[Collection entries]
^^^^^^^^
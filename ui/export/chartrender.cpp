#include "export/chartrender.h"

#include "charts/backtestchart.h"
#include "charts/chartstyle.h"
#include "charts/contributionschart.h"
#include "charts/losstailchart.h"
#include "charts/modelcomparisonchart.h"
#include "charts/tradeoffchart.h"
#include "document/savefile.h"
#include "export/plotcheck.h"

#include <qcustomplot.h>

#include <QBuffer>
#include <QCoreApplication>
#include <QFileInfo>
#include <QFontMetricsF>
#include <QPageSize>
#include <QPainter>
#include <QPdfWriter>
#include <QPicture>
#include <QRegularExpression>
#include <QSvgGenerator>

#include <algorithm>
#include <cmath>
#include <memory>
#include <vector>

namespace tailwise::ui {

namespace {

QString tr(const char *text) { return QCoreApplication::translate("ChartExport", text); }

// Canvas units per inch: the screen pixel the charts' pens, marks and paddings were made for.
constexpr double canvasPerInch = 96.0;
constexpr double mmPerInch = 25.4;

double canvasUnits(double mm) { return mm / mmPerInch * canvasPerInch; }
int pixelsOfPoints(double points) { return std::max(1, static_cast<int>(std::lround(points * canvasPerInch / 72.0))); }

// The fonts of one picture, in canvas pixels (pixel sizes keep text the same size on every device).
struct PrintFonts {
    int label = 11;
    double screenLabelPoints = 9.0; // the screen's label size, to keep the charts' relative sizes
    QFont scaled(const QFont &screen) const
    {
        QFont f = screen;
        const double ratio = screen.pointSizeF() > 0.0 ? screen.pointSizeF() / screenLabelPoints
                                                      : screen.pixelSize() / (screenLabelPoints * 96.0 / 72.0);
        f.setPixelSize(std::max(6, static_cast<int>(std::lround(label * ratio))));
        return f;
    }
    QFont labelFont() const { return scaled(chartstyle::labelFont()); }
    QFont noteFont() const { return scaled(chartstyle::noteFont()); }
};

PrintFonts fontsFor(const QSizeF &sizeMm, double factor = 1.0)
{
    PrintFonts fonts;
    fonts.label = pixelsOfPoints(printLabelPoints(sizeMm) * factor);
    fonts.screenLabelPoints = std::max(1.0, chartstyle::labelFont().pointSizeF());
    return fonts;
}

QString withCurrency(QString label, const QString &currency)
{
    // The charts say "money" on their money axes: they do not know the currency. On paper the
    // reader should see it, so the word is replaced when the exporter was told the currency.
    if (currency.isEmpty())
        return label;
    static const QRegularExpression word(QStringLiteral("\\bmoney\\b"));
    return label.replace(word, currency);
}
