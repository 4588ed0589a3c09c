#include "tailwise/garch.h"

#include <Eigen/Cholesky>

#include <algorithm>
#include <array>
#include <cassert>
#include <cmath>
#include <limits>
#include <numbers>

namespace tailwise {

namespace {

double meanSquare(std::span<const double> r)
{
    double s = 0.0;
    for (double v : r)
        s += v * v;
    return s / static_cast<double>(r.size());
}

double logistic(double x) { return 1.0 / (1.0 + std::exp(-x)); }
double logit(double p) { return std::log(p / (1.0 - p)); }

using Point = std::array<double, 3>;

GarchParameters fromCoordinates(const Point &x, double m)
{
    const double phi = logistic(x[1]);
    const double s = logistic(x[2]);
    return GarchParameters{m * std::exp(x[0]), phi * s, phi * (1.0 - s)};
}

Point toCoordinates(const GarchParameters &p, double m)
{
    const double phi = p.alpha + p.beta;
    return Point{std::log(p.omega / m), logit(phi), logit(p.alpha / phi)};
}

// Nelder–Mead minimisation of f from x0 with initial steps `step` (standard coefficients 1, 2,
// ½, ½). Stops when the spread of the simplex's values falls below `tolerance` (absolute) or after
// `maxEvaluations`. Returns whether it converged; x0 becomes the best point, fx its value.
template <class F>
bool nelderMead(F &&f, Point &x0, double &fx, double step, double tolerance, int maxEvaluations, int &evaluations)
{
    constexpr int n = 3;
    std::array<Point, n + 1> p;
    std::array<double, n + 1> v;
    p[0] = x0;
    v[0] = f(p[0]);
    ++evaluations;
    for (int i = 0; i < n; ++i) {
        p[i + 1] = x0;
        p[i + 1][static_cast<std::size_t>(i)] += step;
        v[i + 1] = f(p[i + 1]);
        ++evaluations;
    }
    int used = n + 1;
    bool converged = false;
    while (used < maxEvaluations) {
        // Order: best first.
        std::array<int, n + 1> order{0, 1, 2, 3};
        std::sort(order.begin(), order.end(), [&](int a, int b) { return v[static_cast<std::size_t>(a)] < v[static_cast<std::size_t>(b)]; });
        std::array<Point, n + 1> ps;
        std::array<double, n + 1> vs;
        for (int i = 0; i <= n; ++i) {
            ps[static_cast<std::size_t>(i)] = p[static_cast<std::size_t>(order[static_cast<std::size_t>(i)])];
            vs[static_cast<std::size_t>(i)] = v[static_cast<std::size_t>(order[static_cast<std::size_t>(i)])];
        }
        p = ps;
        v = vs;
        double size = 0.0;
        for (int i = 1; i <= n; ++i)
            for (int k = 0; k < n; ++k)
                size = std::max(size, std::abs(p[static_cast<std::size_t>(i)][static_cast<std::size_t>(k)] - p[0][static_cast<std::size_t>(k)]));
        if (v[n] - v[0] <= tolerance && size < 1e-7) {
            converged = true;
            break;
        }
        Point centroid{0, 0, 0};
        for (int i = 0; i < n; ++i)
            for (int k = 0; k < n; ++k)
                centroid[static_cast<std::size_t>(k)] += p[static_cast<std::size_t>(i)][static_cast<std::size_t>(k)] / n;
        auto along = [&](double t) {
            Point q;
            for (int k = 0; k < n; ++k)
                q[static_cast<std::size_t>(k)] = centroid[static_cast<std::size_t>(k)]
                                                 + t * (p[n][static_cast<std::size_t>(k)] - centroid[static_cast<std::size_t>(k)]);
            return q;
        };
        const Point xr = along(-1.0);
        const double fr = f(xr);
        ++used;
        if (fr < v[0]) {
            const Point xe = along(-2.0);
            const double fe = f(xe);
            ++used;
            if (fe < fr) {
                p[n] = xe;
                v[n] = fe;
            } else {
                p[n] = xr;
                v[n] = fr;
            }
        } else if (fr < v[n - 1]) {
            p[n] = xr;
            v[n] = fr;
        } else {
            const bool outside = fr < v[n];
            const Point xc = along(outside ? -0.5 : 0.5);
            const double fc = f(xc);
            ++used;
            if (fc < (outside ? fr : v[n])) {
                p[n] = xc;
                v[n] = fc;
            } else {
                for (int i = 1; i <= n; ++i) {
                    for (int k = 0; k < n; ++k)
                        p[static_cast<std::size_t>(i)][static_cast<std::size_t>(k)] =
                            p[0][static_cast<std::size_t>(k)]
                            + 0.5 * (p[static_cast<std::size_t>(i)][static_cast<std::size_t>(k)] - p[0][static_cast<std::size_t>(k)]);
                    v[static_cast<std::size_t>(i)] = f(p[static_cast<std::size_t>(i)]);
                    ++used;
                }
            }
        }
    }
    int best = 0;
    for (int i = 1; i <= n; ++i)
        if (v[static_cast<std::size_t>(i)] < v[static_cast<std::size_t>(best)])
            best = i;
    x0 = p[static_cast<std::size_t>(best)];
    fx = v[static_cast<std::size_t>(best)];
    evaluations += used - (n + 1);
    return converged;
}

std::optional<GarchParameters> standardErrorsAt(std::span<const double> r, const GarchParameters &p)
{
    const std::array<double, 3> theta{p.omega, p.alpha, p.beta};
    std::array<double, 3> h{};
    for (std::size_t i = 0; i < 3; ++i)
        h[i] = 1e-4 * std::max(std::abs(theta[i]), i == 0 ? 1e-3 * p.omega + 1e-300 : 1e-3);
    // Steps must stay inside the domain (ω > 0, α, β ≥ 0).
    for (std::size_t i = 0; i < 3; ++i)
        if (theta[i] - 2.0 * h[i] <= (i == 0 ? 0.0 : -1e-300))
            return std::nullopt;
    auto at = [&](std::array<double, 3> t) { return garchLogLikelihood(r, GarchParameters{t[0], t[1], t[2]}); };
    Eigen::Matrix3d hess;
    const double f0 = at(theta);
    for (std::size_t i = 0; i < 3; ++i) {
        for (std::size_t j = i; j < 3; ++j) {
            double value;
            if (i == j) {
                auto up = theta, down = theta;
                up[i] += h[i];
                down[i] -= h[i];
                value = (at(up) - 2.0 * f0 + at(down)) / (h[i] * h[i]);
            } else {
                auto pp = theta, pm = theta, mp = theta, mm = theta;
                pp[i] += h[i]; pp[j] += h[j];
                pm[i] += h[i]; pm[j] -= h[j];
                mp[i] -= h[i]; mp[j] += h[j];
                mm[i] -= h[i]; mm[j] -= h[j];
                value = (at(pp) - at(pm) - at(mp) + at(mm)) / (4.0 * h[i] * h[j]);
            }
            hess(static_cast<Eigen::Index>(i), static_cast<Eigen::Index>(j)) = value;
            hess(static_cast<Eigen::Index>(j), static_cast<Eigen::Index>(i)) = value;
        }
    }
    const Eigen::Matrix3d information = -hess;
    Eigen::LLT<Eigen::Matrix3d> llt(information);
    if (llt.info() != Eigen::Success)
        return std::nullopt;
    const Eigen::Matrix3d cov = llt.solve(Eigen::Matrix3d::Identity());
    if (!(cov(0, 0) > 0.0 && cov(1, 1) > 0.0 && cov(2, 2) > 0.0) || !cov.allFinite())
        return std::nullopt;
    return GarchParameters{std::sqrt(cov(0, 0)), std::sqrt(cov(1, 1)), std::sqrt(cov(2, 2))};
}

} // namespace

double garchLogLikelihood(std::span<const double> r, const GarchParameters &p, Eigen::VectorXd *variances)
{
    assert(!r.empty());
    const std::size_t n = r.size();
    if (variances)
        variances->resize(static_cast<Eigen::Index>(n));
    double s2 = meanSquare(r);
    double sum = 0.0;
    for (std::size_t t = 0; t < n; ++t) {
        if (t > 0)
            s2 = p.omega + p.alpha * r[t - 1] * r[t - 1] + p.beta * s2;
        if (variances)
            (*variances)(static_cast<Eigen::Index>(t)) = s2;
        sum += std::log(s2) + r[t] * r[t] / s2;
    }
    return -0.5 * (static_cast<double>(n) * std::log(2.0 * std::numbers::pi) + sum);
}

double garchNextVariance(std::span<const double> r, const GarchParameters &p, Eigen::VectorXd *variances)
{
    assert(!r.empty());
    double s2 = meanSquare(r);
    if (variances)
        variances->resize(static_cast<Eigen::Index>(r.size()));
    for (std::size_t t = 0; t < r.size(); ++t) {
        if (t > 0)
            s2 = p.omega + p.alpha * r[t - 1] * r[t - 1] + p.beta * s2;
        if (variances)
            (*variances)(static_cast<Eigen::Index>(t)) = s2;
    }
    return p.omega + p.alpha * r.back() * r.back() + p.beta * s2;
}

double ewmaVariances(std::span<const double> r, double lambda, Eigen::VectorXd *variances)
{
    assert(!r.empty());
    double s2 = meanSquare(r);
    if (variances)
        variances->resize(static_cast<Eigen::Index>(r.size()));
    for (std::size_t t = 0; t < r.size(); ++t) {
        if (t > 0)
            s2 = lambda * s2 + (1.0 - lambda) * r[t - 1] * r[t - 1];
        if (variances)
            (*variances)(static_cast<Eigen::Index>(t)) = s2;
    }
    return lambda * s2 + (1.0 - lambda) * r.back() * r.back();
}

GarchFit fitGarch(std::span<const double> r)
{
    GarchFit fit;
    const double m = r.empty() ? 0.0 : meanSquare(r);
    if (!(m > 0.0) || !std::isfinite(m)) {
        fit.outcome = FitOutcome::NoVariation;
        return fit;
    }
    int evaluations = 0;
    auto objective = [&](const Point &x) {
        const double value = -garchLogLikelihood(r, fromCoordinates(x, m));
        return std::isfinite(value) ? value : std::numeric_limits<double>::max();
    };
    // Tolerance on −ℓ: far below the 1e-6 the fit is judged by, relative to ℓ's size.
    const double tolerance = 1e-11 * std::max(1.0, std::abs(garchLogLikelihood(r, GarchParameters{m * 0.05, 0.05, 0.9})));
    static constexpr std::array<std::array<double, 2>, 6> starts{
        {{0.05, 0.90}, {0.10, 0.85}, {0.15, 0.80}, {0.05, 0.94}, {0.30, 0.60}, {0.10, 0.50}}};
    Point best{};
    double bestValue = std::numeric_limits<double>::max();
    bool converged = false;
    for (const auto &start : starts) {
        Point x = toCoordinates(GarchParameters{m * (1.0 - start[0] - start[1]), start[0], start[1]}, m);
        double fx = 0.0;
        bool ok = nelderMead(objective, x, fx, 0.5, tolerance, 600, evaluations);
        if (fx < bestValue) {
            bestValue = fx;
            best = x;
            converged = ok;
        }
    }
    // Restart at the best point with shrinking steps until a restart no longer improves.
    for (double step : {0.3, 0.1, 0.03, 0.01, 0.003}) {
        Point x = best;
        double fx = 0.0;
        const bool ok = nelderMead(objective, x, fx, step, tolerance, 3000, evaluations);
        if (fx <= bestValue) {
            const double gain = bestValue - fx;
            bestValue = fx;
            best = x;
            converged = ok;
            if (gain <= tolerance && step < 0.05)
                break;
        }
    }
    fit.parameters = fromCoordinates(best, m);
    fit.persistence = fit.parameters.alpha + fit.parameters.beta;
    fit.logLikelihood = garchLogLikelihood(r, fit.parameters, &fit.variances);
    fit.nextVariance = fit.parameters.omega + fit.parameters.alpha * r.back() * r.back()
                       + fit.parameters.beta * fit.variances(fit.variances.size() - 1);
    fit.evaluations = evaluations;
    if (fit.persistence >= 1.0 - 1e-6 || fit.parameters.alpha <= 1e-6 || fit.parameters.beta <= 1e-6)
        fit.outcome = FitOutcome::AtBound;
    else if (!converged)
        fit.outcome = FitOutcome::NotConverged;
    else
        fit.standardErrors = standardErrorsAt(r, fit.parameters);
    return fit;
}

double garchHorizonVariance(const GarchParameters &p, double nextVariance, int horizonDays)
{
    assert(horizonDays >= 1);
    const double phi = p.alpha + p.beta;
    assert(phi < 1.0);
    const double longRun = p.omega / (1.0 - phi);
    const double h = static_cast<double>(horizonDays);
    return h * longRun + (nextVariance - longRun) * (1.0 - std::pow(phi, h)) / (1.0 - phi);
}

std::string describe(FitOutcome outcome)
{
    switch (outcome) {
    case FitOutcome::Fitted: return "fitted";
    case FitOutcome::NoVariation: return "no variation";
    case FitOutcome::NotConverged: return "did not converge";
    case FitOutcome::AtBound: return "at a bound";
    }
    return "";
}

} // namespace tailwise
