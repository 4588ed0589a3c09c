#include "tailwise/estimate.h"

#include <Eigen/Cholesky>
#include <Eigen/Eigenvalues>

#include <cmath>
#include <cstdio>

namespace tailwise {

Eigen::VectorXd sampleMean(const Eigen::MatrixXd &returns)
{
    return returns.colwise().mean().transpose();
}

Eigen::MatrixXd sampleCovariance(const Eigen::MatrixXd &returns)
{
    const Eigen::Index n = returns.rows();
    assert(n >= 2);
    const Eigen::MatrixXd centred = returns.rowwise() - returns.colwise().mean();
    // One symmetric rank-k update: only the lower triangle is computed, then mirrored.
    Eigen::MatrixXd cov = Eigen::MatrixXd::Zero(returns.cols(), returns.cols());
    cov.selfadjointView<Eigen::Lower>().rankUpdate(centred.transpose(), 1.0 / static_cast<double>(n - 1));
    cov.triangularView<Eigen::StrictlyUpper>() = cov.transpose();
    return cov;
}

Eigen::MatrixXd ewmaCovariance(const Eigen::MatrixXd &returns, double lambda)
{
    const Eigen::Index n = returns.rows();
    assert(n >= 1 && lambda > 0.0 && lambda < 1.0);
    // Row t (0 = oldest) is k = n−1−t days old and has weight (1−λ)λ^k / (1−λ^n).
    const double norm = -std::expm1(static_cast<double>(n) * std::log(lambda)); // 1 − λ^n
    Eigen::VectorXd sqrtWeight(n);
    for (Eigen::Index t = 0; t < n; ++t) {
        const double k = static_cast<double>(n - 1 - t);
        sqrtWeight(t) = std::sqrt((1.0 - lambda) * std::pow(lambda, k) / norm);
    }
    const Eigen::MatrixXd weighted = sqrtWeight.asDiagonal() * returns;
    Eigen::MatrixXd cov = Eigen::MatrixXd::Zero(returns.cols(), returns.cols());
    cov.selfadjointView<Eigen::Lower>().rankUpdate(weighted.transpose(), 1.0);
    cov.triangularView<Eigen::StrictlyUpper>() = cov.transpose();
    return cov;
}

bool isPositiveDefinite(const Eigen::MatrixXd &matrix)
{
    Eigen::LLT<Eigen::MatrixXd> llt(matrix);
    return llt.info() == Eigen::Success;
}

Eigen::MatrixXd clipEigenvalues(const Eigen::MatrixXd &matrix, double relativeFloor)
{
    Eigen::SelfAdjointEigenSolver<Eigen::MatrixXd> solver(matrix);
    Eigen::VectorXd values = solver.eigenvalues();
    const double largest = values.size() > 0 ? std::max(0.0, values.maxCoeff()) : 0.0;
    const double floor = largest * relativeFloor;
    values = values.cwiseMax(floor);
    Eigen::MatrixXd repaired = solver.eigenvectors() * values.asDiagonal() * solver.eigenvectors().transpose();
    return 0.5 * (repaired + repaired.transpose());
}

Moments estimateMoments(const Eigen::MatrixXd &returns, CovarianceEstimator estimator, double lambda, MeanModel mean)
{
    Moments m;
    m.covariance = estimator == CovarianceEstimator::Ewma ? ewmaCovariance(returns, lambda) : sampleCovariance(returns);
    m.mean = mean == MeanModel::Sample ? sampleMean(returns) : Eigen::VectorXd::Zero(returns.cols());
    if (m.covariance.size() > 0 && !isPositiveDefinite(m.covariance)) {
        if (m.covariance.cwiseAbs().maxCoeff() == 0.0) {
            m.warnings.push_back("every return in the window is zero: the covariance is zero and VaR reflects the mean only");
        } else {
            Eigen::SelfAdjointEigenSolver<Eigen::MatrixXd> solver(m.covariance, Eigen::EigenvaluesOnly);
            const double lowest = solver.eigenvalues().minCoeff();
            m.covariance = clipEigenvalues(m.covariance);
            m.repaired = true;
            char buffer[200];
            std::snprintf(buffer, sizeof buffer,
                          "the covariance was not positive definite (lowest eigenvalue %.3g): eigenvalues were "
                          "raised to a small floor to repair it",
                          lowest);
            m.warnings.push_back(buffer);
        }
    }
    return m;
}

} // namespace tailwise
^^^^^^^^
What the exercise asks: Of the records above, copy each line that includes "outside".

Expected answer:
            const bool outside = fr < v[n];
            const Point xc = along(outside ? -0.5 : 0.5);
            if (fc < (outside ? fr : v[n])) {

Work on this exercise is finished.